(TRY IT) Set down the lines of the data exactly, starting at the first and stopping after the line containing "COLUMN_WIDTH_IN = 7.0".

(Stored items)
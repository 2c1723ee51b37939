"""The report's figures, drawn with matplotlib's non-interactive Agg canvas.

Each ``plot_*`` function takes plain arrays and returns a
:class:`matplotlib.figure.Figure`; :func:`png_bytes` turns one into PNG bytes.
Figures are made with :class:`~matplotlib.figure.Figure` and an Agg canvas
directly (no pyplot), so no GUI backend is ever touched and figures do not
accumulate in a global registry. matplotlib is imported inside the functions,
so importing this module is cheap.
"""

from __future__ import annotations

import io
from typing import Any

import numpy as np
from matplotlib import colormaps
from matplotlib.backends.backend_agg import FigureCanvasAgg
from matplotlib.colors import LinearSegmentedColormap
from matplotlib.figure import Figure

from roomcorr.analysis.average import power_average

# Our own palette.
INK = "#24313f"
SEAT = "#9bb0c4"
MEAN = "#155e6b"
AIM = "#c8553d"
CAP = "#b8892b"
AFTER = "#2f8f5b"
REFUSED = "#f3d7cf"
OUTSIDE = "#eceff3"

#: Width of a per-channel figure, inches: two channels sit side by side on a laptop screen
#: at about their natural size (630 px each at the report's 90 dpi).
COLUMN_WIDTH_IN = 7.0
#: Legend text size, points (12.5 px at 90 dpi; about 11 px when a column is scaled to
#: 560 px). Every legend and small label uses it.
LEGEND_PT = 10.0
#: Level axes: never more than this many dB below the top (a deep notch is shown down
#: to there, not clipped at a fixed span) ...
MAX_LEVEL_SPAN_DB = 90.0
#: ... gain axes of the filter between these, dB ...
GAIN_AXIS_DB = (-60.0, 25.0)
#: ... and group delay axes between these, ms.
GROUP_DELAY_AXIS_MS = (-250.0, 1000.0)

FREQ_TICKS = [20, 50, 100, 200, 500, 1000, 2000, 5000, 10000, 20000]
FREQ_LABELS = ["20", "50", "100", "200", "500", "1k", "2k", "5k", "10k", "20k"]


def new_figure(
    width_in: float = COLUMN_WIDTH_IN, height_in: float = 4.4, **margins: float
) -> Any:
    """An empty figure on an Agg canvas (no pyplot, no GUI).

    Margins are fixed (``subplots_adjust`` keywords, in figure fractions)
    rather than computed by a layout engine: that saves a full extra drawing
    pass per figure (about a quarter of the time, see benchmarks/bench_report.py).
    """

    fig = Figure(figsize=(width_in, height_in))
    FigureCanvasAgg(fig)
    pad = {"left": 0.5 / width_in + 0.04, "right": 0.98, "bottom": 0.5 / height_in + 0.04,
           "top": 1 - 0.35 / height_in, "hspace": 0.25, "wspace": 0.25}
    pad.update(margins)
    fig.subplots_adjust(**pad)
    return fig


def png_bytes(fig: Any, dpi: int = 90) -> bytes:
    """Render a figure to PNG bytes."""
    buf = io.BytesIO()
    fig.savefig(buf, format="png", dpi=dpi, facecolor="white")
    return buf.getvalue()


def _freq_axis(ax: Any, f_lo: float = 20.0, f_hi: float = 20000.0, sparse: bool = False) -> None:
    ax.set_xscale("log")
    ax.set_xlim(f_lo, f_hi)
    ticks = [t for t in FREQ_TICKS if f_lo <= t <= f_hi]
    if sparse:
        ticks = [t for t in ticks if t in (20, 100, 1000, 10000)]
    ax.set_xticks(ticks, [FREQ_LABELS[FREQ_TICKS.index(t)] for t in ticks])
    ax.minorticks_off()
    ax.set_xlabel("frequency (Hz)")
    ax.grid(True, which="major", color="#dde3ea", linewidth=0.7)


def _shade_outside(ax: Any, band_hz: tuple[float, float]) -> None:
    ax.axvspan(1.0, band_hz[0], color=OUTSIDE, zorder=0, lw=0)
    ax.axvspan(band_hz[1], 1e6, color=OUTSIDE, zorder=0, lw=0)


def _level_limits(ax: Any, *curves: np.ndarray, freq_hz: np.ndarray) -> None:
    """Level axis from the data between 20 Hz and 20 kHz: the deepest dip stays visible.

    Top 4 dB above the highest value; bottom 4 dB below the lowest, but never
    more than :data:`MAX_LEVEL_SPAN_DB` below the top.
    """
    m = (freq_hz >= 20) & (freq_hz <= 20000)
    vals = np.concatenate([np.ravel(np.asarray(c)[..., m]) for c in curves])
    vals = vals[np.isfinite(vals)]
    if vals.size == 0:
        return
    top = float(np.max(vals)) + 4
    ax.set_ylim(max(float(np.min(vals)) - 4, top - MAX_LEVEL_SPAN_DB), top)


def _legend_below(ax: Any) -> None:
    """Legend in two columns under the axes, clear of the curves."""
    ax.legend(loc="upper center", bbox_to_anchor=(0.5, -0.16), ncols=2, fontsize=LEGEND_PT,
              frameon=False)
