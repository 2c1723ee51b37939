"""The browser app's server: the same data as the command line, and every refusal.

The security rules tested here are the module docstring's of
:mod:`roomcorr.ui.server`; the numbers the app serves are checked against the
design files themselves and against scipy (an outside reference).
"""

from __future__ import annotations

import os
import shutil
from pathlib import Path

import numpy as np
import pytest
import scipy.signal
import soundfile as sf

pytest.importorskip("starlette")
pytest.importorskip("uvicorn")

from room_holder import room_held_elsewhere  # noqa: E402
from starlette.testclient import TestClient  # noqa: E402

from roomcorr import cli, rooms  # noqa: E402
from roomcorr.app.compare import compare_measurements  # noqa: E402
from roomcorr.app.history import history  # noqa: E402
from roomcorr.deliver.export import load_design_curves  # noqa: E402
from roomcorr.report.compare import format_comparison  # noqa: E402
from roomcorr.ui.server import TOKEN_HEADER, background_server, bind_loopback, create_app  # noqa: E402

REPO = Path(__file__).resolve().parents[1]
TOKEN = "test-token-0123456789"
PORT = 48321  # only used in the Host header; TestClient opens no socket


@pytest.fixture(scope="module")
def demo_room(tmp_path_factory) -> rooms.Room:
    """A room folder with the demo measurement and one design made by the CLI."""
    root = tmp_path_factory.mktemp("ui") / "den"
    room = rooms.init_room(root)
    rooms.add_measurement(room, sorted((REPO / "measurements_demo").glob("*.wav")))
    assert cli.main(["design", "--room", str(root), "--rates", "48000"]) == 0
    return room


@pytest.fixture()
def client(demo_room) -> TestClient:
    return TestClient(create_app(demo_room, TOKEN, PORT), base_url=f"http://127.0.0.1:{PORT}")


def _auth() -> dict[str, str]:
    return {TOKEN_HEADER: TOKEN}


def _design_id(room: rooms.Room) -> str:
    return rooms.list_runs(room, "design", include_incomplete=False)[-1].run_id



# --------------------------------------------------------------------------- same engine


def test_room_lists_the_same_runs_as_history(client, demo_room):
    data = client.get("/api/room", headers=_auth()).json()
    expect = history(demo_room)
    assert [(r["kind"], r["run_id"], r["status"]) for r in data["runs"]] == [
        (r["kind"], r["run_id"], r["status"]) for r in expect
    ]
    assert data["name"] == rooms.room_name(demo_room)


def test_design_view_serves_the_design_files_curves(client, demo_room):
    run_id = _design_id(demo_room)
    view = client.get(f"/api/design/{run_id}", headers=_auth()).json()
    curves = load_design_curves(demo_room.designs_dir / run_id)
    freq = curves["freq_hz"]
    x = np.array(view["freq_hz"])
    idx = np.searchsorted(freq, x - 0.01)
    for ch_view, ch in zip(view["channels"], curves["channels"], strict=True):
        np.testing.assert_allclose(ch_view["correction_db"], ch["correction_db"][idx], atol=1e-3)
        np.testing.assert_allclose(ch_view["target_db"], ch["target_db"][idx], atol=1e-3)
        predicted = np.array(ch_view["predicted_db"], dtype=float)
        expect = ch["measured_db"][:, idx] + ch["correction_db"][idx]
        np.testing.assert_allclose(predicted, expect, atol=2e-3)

(RESPONSE TO THIS TASK)
repository 2c1723ee51b37939
"""The report's figures, drawn with matplotlib's non-interactive Agg canvas.

Each ``plot_*`` function takes plain arrays and returns a
:class:`matplotlib.figure.Figure`; :func:`png_bytes` turns one into PNG bytes.
Figures are made with :class:`~matplotlib.figure.Figure` and an Agg canvas
directly (no pyplot), so no GUI backend is ever touched and figures do not
accumulate in a global registry. matplotlib is imported inside the functions,
so importing this module is cheap.
"""

from __future__ import annotations

import io
from typing import Any

import numpy as np
from matplotlib import colormaps
from matplotlib.backends.backend_agg import FigureCanvasAgg
from matplotlib.colors import LinearSegmentedColormap
from matplotlib.figure import Figure

from roomcorr.analysis.average import power_average

# Our own palette.
INK = "#24313f"
SEAT = "#9bb0c4"
MEAN = "#155e6b"
AIM = "#c8553d"
CAP = "#b8892b"
AFTER = "#2f8f5b"
REFUSED = "#f3d7cf"
OUTSIDE = "#eceff3"

#: Width of a per-channel figure, inches: two channels sit side by side on a laptop screen
#: at about their natural size (630 px each at the report's 90 dpi).
COLUMN_WIDTH_IN = 7.0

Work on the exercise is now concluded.